WHAT YOU ARE ASKED TO DO: Only the lines from the top of the data through the one with "of the process" are to be written out, each exactly as it stands.

(Beginning of THE INPUT)

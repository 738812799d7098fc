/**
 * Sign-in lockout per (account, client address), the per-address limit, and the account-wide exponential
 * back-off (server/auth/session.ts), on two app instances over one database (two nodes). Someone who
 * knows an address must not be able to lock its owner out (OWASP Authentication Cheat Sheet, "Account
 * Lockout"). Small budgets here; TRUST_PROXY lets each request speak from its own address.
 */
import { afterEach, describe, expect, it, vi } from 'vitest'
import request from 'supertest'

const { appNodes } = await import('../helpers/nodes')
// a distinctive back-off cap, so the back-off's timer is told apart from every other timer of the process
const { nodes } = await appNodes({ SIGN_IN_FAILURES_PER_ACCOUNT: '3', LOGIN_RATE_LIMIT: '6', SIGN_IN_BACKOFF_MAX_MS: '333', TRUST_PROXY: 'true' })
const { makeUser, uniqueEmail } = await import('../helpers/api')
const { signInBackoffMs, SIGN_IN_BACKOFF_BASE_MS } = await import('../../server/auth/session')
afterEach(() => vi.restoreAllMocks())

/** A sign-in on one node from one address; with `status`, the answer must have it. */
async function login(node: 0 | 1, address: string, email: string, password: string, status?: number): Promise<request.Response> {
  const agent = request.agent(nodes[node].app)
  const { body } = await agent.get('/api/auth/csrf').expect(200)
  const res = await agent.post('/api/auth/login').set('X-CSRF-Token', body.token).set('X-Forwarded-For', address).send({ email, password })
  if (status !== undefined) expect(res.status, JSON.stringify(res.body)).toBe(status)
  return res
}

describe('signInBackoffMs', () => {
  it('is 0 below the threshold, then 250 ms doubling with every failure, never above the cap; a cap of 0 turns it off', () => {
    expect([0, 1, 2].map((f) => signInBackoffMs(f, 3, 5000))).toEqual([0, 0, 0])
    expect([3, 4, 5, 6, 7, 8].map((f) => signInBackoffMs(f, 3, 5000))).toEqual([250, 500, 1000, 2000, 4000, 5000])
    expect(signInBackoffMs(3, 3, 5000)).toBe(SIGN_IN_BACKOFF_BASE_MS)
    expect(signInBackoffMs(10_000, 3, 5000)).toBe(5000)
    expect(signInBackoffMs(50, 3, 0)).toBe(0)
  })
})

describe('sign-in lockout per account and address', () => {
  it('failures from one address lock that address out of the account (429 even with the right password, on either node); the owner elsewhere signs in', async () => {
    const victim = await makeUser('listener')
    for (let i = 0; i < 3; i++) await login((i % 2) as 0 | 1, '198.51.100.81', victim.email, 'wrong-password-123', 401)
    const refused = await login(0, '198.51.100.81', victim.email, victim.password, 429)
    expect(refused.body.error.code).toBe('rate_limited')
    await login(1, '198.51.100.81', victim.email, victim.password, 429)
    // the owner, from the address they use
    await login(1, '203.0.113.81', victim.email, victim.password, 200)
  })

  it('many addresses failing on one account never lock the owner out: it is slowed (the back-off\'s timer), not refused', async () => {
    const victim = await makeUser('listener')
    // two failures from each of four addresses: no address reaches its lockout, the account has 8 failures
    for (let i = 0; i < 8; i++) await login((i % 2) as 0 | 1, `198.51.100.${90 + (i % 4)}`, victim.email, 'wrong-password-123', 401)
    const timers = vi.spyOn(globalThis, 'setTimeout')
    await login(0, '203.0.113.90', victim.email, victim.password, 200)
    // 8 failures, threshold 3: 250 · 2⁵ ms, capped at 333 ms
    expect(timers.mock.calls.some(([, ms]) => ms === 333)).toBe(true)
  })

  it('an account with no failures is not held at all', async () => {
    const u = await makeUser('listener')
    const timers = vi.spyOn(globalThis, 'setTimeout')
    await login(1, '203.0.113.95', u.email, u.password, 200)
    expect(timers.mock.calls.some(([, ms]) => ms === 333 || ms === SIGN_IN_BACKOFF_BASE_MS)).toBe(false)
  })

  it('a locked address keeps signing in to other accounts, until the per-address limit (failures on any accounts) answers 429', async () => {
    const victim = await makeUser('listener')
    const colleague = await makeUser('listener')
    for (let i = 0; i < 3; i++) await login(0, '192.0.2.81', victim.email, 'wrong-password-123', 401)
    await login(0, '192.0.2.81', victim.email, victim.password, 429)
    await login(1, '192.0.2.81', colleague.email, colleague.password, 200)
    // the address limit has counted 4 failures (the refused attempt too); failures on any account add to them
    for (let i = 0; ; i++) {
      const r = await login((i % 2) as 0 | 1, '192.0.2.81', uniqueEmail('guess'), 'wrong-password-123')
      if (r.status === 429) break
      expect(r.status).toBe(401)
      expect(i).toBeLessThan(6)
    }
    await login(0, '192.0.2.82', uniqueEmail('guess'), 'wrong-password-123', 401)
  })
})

(End of THE INPUT)

SOLUTION TO THIS EXERCISE:
repository 738812799d7098fc
/**
 * Sign-in lockout per (account, client address), the per-address limit, and the account-wide exponential
 * back-off (server/auth/session.ts), on two app instances over one database (two nodes). Someone who
 * knows an address must not be able to lock its owner out (OWASP Authentication Cheat Sheet, "Account
 * Lockout"). Small budgets here; TRUST_PROXY lets each request speak from its own address.
 */
import { afterEach, describe, expect, it, vi } from 'vitest'
import request from 'supertest'

const { appNodes } = await import('../helpers/nodes')
// a distinctive back-off cap, so the back-off's timer is told apart from every other timer of the process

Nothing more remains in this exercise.